AUGUSTA - Attorney General Aaron M. Frey today joined a coalition of eight attorneys general from around the nation in filing a federal lawsuit, in the Southern District of New York, challenging the Securities & Exchange Commission's (SEC) "Regulation Best Interest" for failing to meet basic investor protections that were laid out in the historic 2010 Dodd-Frank Act.

"Important fiduciary regulations were adopted as a result of the Dodd-Frank Act, which passed in partial response to the abuses which created the financial crisis," said Frey. "Those regulations provided necessary protections for investors by creating uniform standards which ensured that all financial professionals had a fiduciary duty to their clients.

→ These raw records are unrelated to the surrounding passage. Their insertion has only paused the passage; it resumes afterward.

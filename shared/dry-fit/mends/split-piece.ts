import { connectedPieces } from "../../geometry/connected.ts";
import { type CutLine, cutPath } from "../../geometry/cut-path.ts";
import { flattenRing } from "../../geometry/flatten.ts";
import { remembered } from "../../geometry/kernel.ts";
import type { Path, Point } from "../../geometry/path.ts";
import { unplacePoint } from "../../geometry/placement.ts";
import type { MockupDocument, Piece } from "../../mockup/document.ts";
import type { PieceFigures } from "../../stack/figures.ts";
import type { Finding } from "../finding.ts";
import type { Mend } from "../mend.ts";
import type { RuleInput } from "../rule.ts";
import { layersWithFigures } from "../words.ts";

/** A cut that would run through a node is moved aside by one of these, mm. */
const asideMm = [0, 0.013, -0.017, 0.031, -0.037, 0.059, -0.061, 0.11, -0.13];

/**
 * Splits a piece that is too large for the bed along a straight cut through its middle, across its longer side. What the cut
 * leaves apart becomes pieces of its own.
 */
export function splitPieceMends({ pieceIds }: Finding, input: RuleInput): Mend[] {
  const found = layersWithFigures(input)
    .flatMap(({ pieces }) => pieces)
    .find(({ piece }) => piece.id === pieceIds[0]);
  if (!found) return [];
  const { piece, figures } = found;
  const paths = remembered(input.kernel, [piece.path, piece.placement], "split", () => splitAcross(piece, figures));
  if (!paths) return [];
  const ids = freeIds(piece.id, paths.length, input.document);
  const parts = paths.map((path, index) => ({ id: ids[index] ?? piece.id, path: changeable(path) }));
  const label = parts.length === 2 ? "Split it in two" : `Split it, into ${parts.length} parts`;
  return [{ label, steps: [{ kind: "split piece", pieceId: piece.id, parts }] }];
}

/** The parts of a piece cut in the middle of its length; null when no cut divides it. */
function splitAcross(piece: Piece, { region, smallestBox }: PieceFigures): Path[] | null {
  const radians = ((smallestBox?.turn ?? 0) * Math.PI) / 180;
  const [cosine, sine] = [Math.cos(radians), Math.sin(radians)];
  const along = region.flat().map(({ x, y }) => x * cosine + y * sine);
  const middle =
    (along.reduce((a, b) => Math.min(a, b), Infinity) + along.reduce((a, b) => Math.max(a, b), -Infinity)) / 2;
  for (const aside of asideMm) {
    const at = middle + aside;
    const through = { x: at * cosine, y: at * sine };
    const line = lineThrough(through, { x: through.x - sine, y: through.y + cosine }, piece);
    const cut = cutPath(piece.path, line);
    if (!cut) continue;
    const parts =
      looseParts(piece.path).length === 1 ? [cut.left, cut.right].flatMap(looseParts) : [cut.left, cut.right];
    return cut.left.length > 0 && cut.right.length > 0 ? parts : null;
  }
  return null;
}

/** A line through two points of the board, in a piece's own plane. */
function lineThrough(one: Point, other: Point, { placement }: Piece): CutLine {
  const [through, towards] = [unplacePoint(one, placement), unplacePoint(other, placement)];
  const length = Math.hypot(towards.x - through.x, towards.y - through.y);
  return { through, along: { x: (towards.x - through.x) / length, y: (towards.y - through.y) / length } };
}

/** The rings of a path, those that hang together in one part. */
function looseParts(path: Path): Path[] {
  const flat = path.map((ring) => ({ ring, polygon: flattenRing(ring) }));
  const ringOf = new Map(flat.map(({ ring, polygon }) => [polygon, ring]));
  return connectedPieces(flat.map(({ polygon }) => polygon)).map((part) =>
    part.flatMap((polygon) => ringOf.get(polygon) ?? []),
  );
}

/** Ids like a piece's own that nothing in the document has. */
function freeIds(id: string, count: number, { layers }: MockupDocument): string[] {
  const taken = new Set(
    layers.flatMap(({ pieces, hold }) =>
      [...pieces, ...(hold.kind === "standoff" ? hold.holes : [])].map((one) => one.id),
    ),
  );
  const free: string[] = [];
  for (let number = 1; free.length < count; number++) {
    const next = `${id.slice(0, 56)}-${number}`;
    if (!taken.has(next)) free.push(next);
  }
  return free;
}

const changeable = (path: Path): Piece["path"] =>
  path.map(({ start, segments }) => ({ start, segments: [...segments] }));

Regulation Best Interest would weaken those important protections."

In June, over an earlier objection made by a coalition of attorneys general, led by New York Attorney General Letitia James, the SEC adopted Regulation Best Interest, which purports to address long-standing investor confusion concerning the standards of care applicable to broker-dealers providing investment advice. While many retail investors mistakenly believe that broker-dealers must place investors' interests first, that has historically not been the case. In fact, federal law has generally only required that broker-dealers' recommendations be "suitable" with respect to the investor's objectives, meaning that a broker-dealer could sell an investor a lower-quality, higher-cost investment as long as that investment otherwise met the investor's investment objectives. Alternatively, investment advisors owe their clients a fiduciary duty.

This investor confusion motivated Congress to take action in 2010. With the passing of the 2010 Dodd-Frank Act, Congress authorized the SEC to draft regulations that would align the standard of conduct for broker-dealers and investment advisors. Under the Act, the SEC was authorized to impose a uniform fiduciary duty on broker-dealers and investment advisors, and require that their recommendations be made "without regard" to their own interests. This uniform fiduciary duty would ensure that investors were protected and treated fairly, regardless of the type of financial professional with which they worked.

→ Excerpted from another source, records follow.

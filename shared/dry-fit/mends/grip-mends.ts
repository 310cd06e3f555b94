import { pairFit } from "../../bonds/adhesive-families.ts";
import { backSurface, woodSurface } from "../../bonds/surfaces.ts";
import { barrelAddsUp } from "../../hardware/barrel-offset.ts";
import { heldOffsetMm, usualOffsetMm } from "../../hardware/standoff-parts.ts";
import type { Hardware } from "../../mockup/document.ts";
import { mostLayers } from "../../mockup/split-layer.ts";
import { formatLengthWithUnit } from "../../units/format-length.ts";
import type { Finding } from "../finding.ts";
import { gripFault } from "../grip-fault.ts";
import type { Mend } from "../mend.ts";
import { heldPlaces } from "../on-panel.ts";
import type { RuleInput } from "../rule.ts";
import { type StandoffLayer, standoffLayerOf } from "../standoff-layers.ts";
import { hardwareLike, hardwareMend } from "./hardware-mend.ts";
import { moveHoleMends } from "./move-hole.ts";

/**
 * An offset that no barrel makes goes to the barrel, or the barrel goes to it. A stud or a slot that does not grip is
 * changed for stock that does; an edge grip that misses its edge is moved. Pieces that no standoff holds are bonded.
 */
export function gripMends(finding: Finding, input: RuleInput): Mend[] {
  const standing = standoffLayerOf(input, finding.layerKey);
  if (!standing) return [];
  if (finding.unit !== "mm") return splitMends(standing, finding, input);
  // An edge grip beside its place is a matter of the piece whose edge it misses.
  if (finding.pieceIds.length > 0) return moveHoleMends(finding, input);
  if (finding.holeId === null) return offsetMends(standing, input);
  const best = nearestFitting(standing, input);
  return best ? [hardwareMend(standing, best, input)] : [];
}

/** Some pieces of a layer stand on standoffs and the others, of the same colour, are bonded to the backer. */
function splitMends({ layer, pieces }: StandoffLayer, { pieceIds }: Finding, input: RuleInput): Mend[] {
  const { document, context } = input;
  if (pieceIds.length === pieces.length || document.layers.length >= mostLayers) return [];
  const surfaces = [backSurface(layer.stock), woodSurface(document.backer.finish)] as const;
  const adhesive = context.stock.adhesives.find(({ family }) => pairFit(family, ...surfaces).fits);
  if (!adhesive) return [];
  const label = `Make ${pieceIds.length === 1 ? "it" : "them"} a layer, bonded with ${adhesive.name}`;
  return [{ label, steps: [{ kind: "split layer", layerKey: layer.key, pieceIds, adhesive }] }];
}

function offsetMends(standing: StandoffLayer, input: RuleInput): Mend[] {
  const { hardware } = standing.hold;
  const held = heldOffsetMm(hardware);
  const sound = held !== null && (hardware.kind !== "capStud" || barrelAddsUp(hardware));
  const nearest = nearestFitting(standing, input, (other) => !sound || usualOffsetMm(other) !== held);
  const toBarrel: Mend[] = sound
    ? [
        {
          label: `Set it ${formatLengthWithUnit(held, input.context.unit)} off`,
          steps: [{ kind: "offset", layerKey: standing.layer.key, offset: held }],
        },
      ]
    : [];
  return [...toBarrel, ...(nearest ? [hardwareMend(standing, nearest, input)] : [])];
}

/** The stock nearest to what a layer has that goes together and grips everywhere. */
function nearestFitting(
  standing: StandoffLayer,
  input: RuleInput,
  wanted: (hardware: Hardware) => boolean = () => true,
): Hardware | undefined {
  return hardwareLike(standing, input).find((hardware) => {
    if (!wanted(hardware) || (hardware.kind === "capStud" && !barrelAddsUp(hardware))) return false;
    const offset = usualOffsetMm(hardware);
    return heldPlaces({ ...standing, hold: { ...standing.hold, hardware } }, input).every(
      ({ stack }) => gripFault(hardware, { stack, offset }, input.limits) === null,
    );
  });
}
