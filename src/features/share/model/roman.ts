const steps = [
  [1000, "M"],
  [900, "CM"],
  [500, "D"],
  [400, "CD"],
  [100, "C"],
  [90, "XC"],
  [50, "L"],
  [40, "XL"],
  [10, "X"],
  [9, "IX"],
  [5, "V"],
  [4, "IV"],
  [1, "I"],
] as const;

/** A whole number from 1 to 3999 in Roman figures, as plates of a book are numbered. Throws a RangeError outside. */
export function romanNumber(value: number): string {
  if (!Number.isInteger(value) || value < 1 || value > 3999) throw new RangeError(`No Roman figures for ${value}.`);
  let rest = value;
  let figures = "";
  for (const [worth, figure] of steps) {
    while (rest >= worth) {
      figures += figure;
      rest -= worth;
    }
  }
  return figures;
}
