import { formatFine } from "../../units/format-length.ts";
import type { Finding } from "../finding.ts";
import type { Mend } from "../mend.ts";
import type { RuleInput } from "../rule.ts";
import { type StandoffHold, standoffLayerOf } from "../standoff-layers.ts";
import { intoWindow, isEmptyWindow, windowOfHole } from "../window-of-hole.ts";
import { fixedHoleMend, hardwareLike, hardwareMend, holesFromMiddle } from "./hardware-mend.ts";

/**
 * A hole beside its window goes into it. One without a window gets one from a fixed hole nearer by, or from hardware that
 * covers more.
 */
export function holeWindowMends({ layerKey, holeId }: Finding, input: RuleInput): Mend[] {
  const standing = standoffLayerOf(input, layerKey);
  const hole = standing?.hold.holes.find(({ id }) => id === holeId);
  const window = standing && hole ? windowOfHole(standing.hold, hole, input) : null;
  if (!standing || !hole || !window) return [];
  const { layer, hold } = standing;
  if (!isEmptyWindow(window)) {
    const diameter = intoWindow(hole.diameter, window);
    const label = `Make the hole ${formatFine(diameter, input.context.unit)} wide`;
    return [{ label, steps: [{ kind: "hole diameter", layerKey: layer.key, holeId: hole.id, diameter }] }];
  }
  const [middle] = holesFromMiddle(hold.holes);
  const nearer = middle && hold.holes.map((one) => ({ ...one, fixed: one.id === middle.id }));
  const wider = hardwareLike(standing, input).find(
    (hardware) => hardware.barrelLength === hold.hardware.barrelLength && allOpen({ ...hold, hardware }, input),
  );
  return [
    ...(middle && nearer && allOpen({ ...hold, holes: nearer }, input) ? [fixedHoleMend(standing, middle, input)] : []),
    ...(wider ? [hardwareMend(standing, wider, input)] : []),
  ];
}

function allOpen(hold: StandoffHold, input: RuleInput): boolean {
  return hold.holes.every((hole) => {
    const window = windowOfHole(hold, hole, input);
    return !window || !isEmptyWindow(window);
  });
}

While the SEC is claiming that Regulation Best Interest ends the confusion in the industry, the coalition of attorneys general are arguing that the regulation fails to heed Congress' call to action in a number of different ways.

First, the regulation fails to meaningfully elevate broker-dealer standards beyond their existing suitability requirements. In fact, the SEC's own professional staff recommended that the SEC adopt the uniform fiduciary standard articulated in the Dodd-Frank Act, but the regulation expressly rejects imposing a fiduciary standard on broker-dealers and, instead, allows them to consider their own interests when making recommendations.

Second, Regulation Best Interest is likely to produce continued investor and industry confusion because it relies on a vague "best interest" standard and leaves key terms undefined. Moreover, the SEC's adoption of a supposed "best interest" standard - while failing to actually implement requirements to realize that promise - will exacerbate investors' existing confusion over the duties of broker-dealers.

By enacting this flawed regulation, the SEC ignored Congress' express direction in the Dodd-Frank Act, making the regulation unauthorized, arbitrary, and unlawful.

Because the SEC claimed authority to issue Regulation Best Interest under such a broad set of statutory authority, it was necessary to file for relief in both the Southern District of New York and U.S. Court of Appeals for the Second Circuit, which has original jurisdiction over rules promulgated pursuant to the Securities Exchange Act of 1934.

Attorney General Frey joins the attorneys general of New York, California, Connecticut, Delaware, New Mexico, Oregon, and the District of Columbia in filing the lawsuit.